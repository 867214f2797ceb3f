//! The load-dependent energy term against hand computations.
//!
//! A toggle of a net costs `switch_energy + switch_energy_per_load · load`,
//! the load counted like static timing's (driven pins' `input_load`, plus
//! `primary_output_load` per primary output): the first-order `½·C·Vdd²`
//! per charge or discharge of the net's capacitance (common practice), with
//! C the driver's own plus the driven capacitance. Every expected number is
//! worked out by hand in the comments from the pattern order (integer
//! counts of toggles) and the cell numbers chosen here.

use ribbonmap::library::{Cell, DelayModel, Leakage, Library, Units};
use ribbonmap::study::power::{
    energy_from_activity, simulate_activity, InputVectors, Stimulus, SwitchingCircuit,
};

fn cell(name: &str, truth: u64, arity: usize, input_load: f64, energy: (f64, f64)) -> Cell {
    Cell {
        name: name.into(),
        inputs: ["a", "b"][..arity].iter().map(|s| s.to_string()).collect(),
        output: "y".into(),
        truth,
        area: 1.0,
        delay: DelayModel {
            intrinsic: 1.0,
            per_load: 0.0,
        },
        input_load,
        switch_energy: energy.0,
        switch_energy_per_load: energy.1,
        leakage: Leakage::Constant(0.0),
        devices: 2,
    }
}

/// inv: input load 1, energy 0.5 + 0.25 per load; and2: input load 2,
/// energy 1 + 0.125 per load; primary outputs load 3.
fn library() -> Library {
    Library {
        name: "hand-load".into(),
        description: "numbers chosen for hand computation".into(),
        units: Units {
            area: "u".into(),
            delay: "t".into(),
            energy: "e".into(),
            power: "p".into(),
        },
        supply_v: None,
        primary_output_load: 3.0,
        cells: vec![
            cell("inv", 0b01, 1, 1.0, (0.5, 0.25)),
            cell("and2", 0b1000, 2, 2.0, (1.0, 0.125)),
        ],
        storage: Vec::new(),
    }
}

/// g0 = inv(a); g1 = inv(g0), a primary output; g2 = and2(g0, a), also a
/// primary output (always 0, since g0 = !a).
fn circuit() -> SwitchingCircuit {
    let mut c = SwitchingCircuit::new(1);
    let a = c.input_net(0);
    let g0 = c.add_gate(0, &[a]);
    let g1 = c.add_gate(0, &[g0]);
    let g2 = c.add_gate(1, &[g0, a]);
    c.add_end(g1);
    c.add_end(g2);
    c
}

#[test]
fn loads_are_counted_like_static_timing() {
    // g0 drives an inv pin (1) and an and2 pin (2): 3. g1 and g2 drive one
    // primary output each: 3.
    assert_eq!(circuit().output_loads(&library()), vec![3.0, 3.0, 3.0]);
}

#[test]
fn energy_per_toggle_grows_with_the_driven_load() {
    let lib = library();
    let c = circuit();
    // a = 0, 1, 0, 1: three transitions; a, g0 and g1 flip on each, g2
    // never does.
    let vectors = InputVectors::parse("0\n1\n0\n1\n", "v", 1).unwrap();
    let stimulus = Stimulus::Vectors {
        vectors,
        probability: 0.5,
        seed: 1,
    };
    let activity = simulate_activity(&c, &lib, &stimulus).unwrap();
    assert_eq!(activity.toggles, vec![3, 3, 0]);
    let report = energy_from_activity(&c, &lib, &activity);
    // Per toggle: g0 0.5 + 0.25·3 = 1.25, g1 0.5 + 0.25·3 = 1.25.
    // Total 3·1.25 + 3·1.25 = 7.5 over 3 transitions = 2.5 per operation
    // (without the load term it would be 3·0.5·2 / 3 = 1).
    assert_eq!(report.energy_per_op, 2.5);
}

#[test]
fn a_library_without_the_field_loads_with_zero_and_one_with_it_keeps_it() {
    let base = r#"{"format": "ribbonmap-library/1", "name": "t", "description": "test",
      "units": {"area": "u", "delay": "t", "energy": "e", "power": "p"},
      "cells": [
        {"name": "inv", "inputs": ["a"], "output": "y", "function": "!a", "area": 1,
         "delay": {"intrinsic": 1, "per_load": 1}, "switch_energy": 0.5 EXTRA},
        {"name": "nand2", "inputs": ["a", "b"], "output": "y", "function": "!(a & b)", "area": 1,
         "delay": {"intrinsic": 1, "per_load": 1}}
      ]}"#;
    let old = Library::from_json_str(&base.replace("EXTRA", ""), "old.json").unwrap();
    assert_eq!(old.cells[0].switch_energy_per_load, 0.0);
    let new = Library::from_json_str(
        &base.replace("EXTRA", r#", "switch_energy_per_load": 0.25"#),
        "new.json",
    )
    .unwrap();
    assert_eq!(new.cells[0].switch_energy_per_load, 0.25);
    // Adding the field changes the library's content hash (caches keyed on
    // it must not mix the two), leaving it out keeps the old hash.
    assert_ne!(old.content_hash(), new.content_hash());
    let negative = base.replace("EXTRA", r#", "switch_energy_per_load": -1"#);
    assert!(Library::from_json_str(&negative, "neg.json").is_err());
}

#[test]
fn the_characterised_library_carries_half_c_v_squared_per_unit_load() {
    // The built-in ribbon3 is the demo kit's characterisation: unit load
    // 30 aF, supply 0.2 V, inv output 40 aF (libraries/devices/demo/demo.json).
    // ½·30·0.2² = 0.6 aJ per unit load; ½·40·0.2² = 0.8 aJ own.
    let lib = Library::builtin("ribbon3").unwrap();
    let inv = lib.cell("inv").unwrap();
    assert!((inv.switch_energy_per_load - 0.6).abs() < 1e-9);
    assert!((inv.switch_energy - 0.8).abs() < 1e-9);
}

━━━━━━━━

Please give the number of lines above that contain "cells", without any other words.

4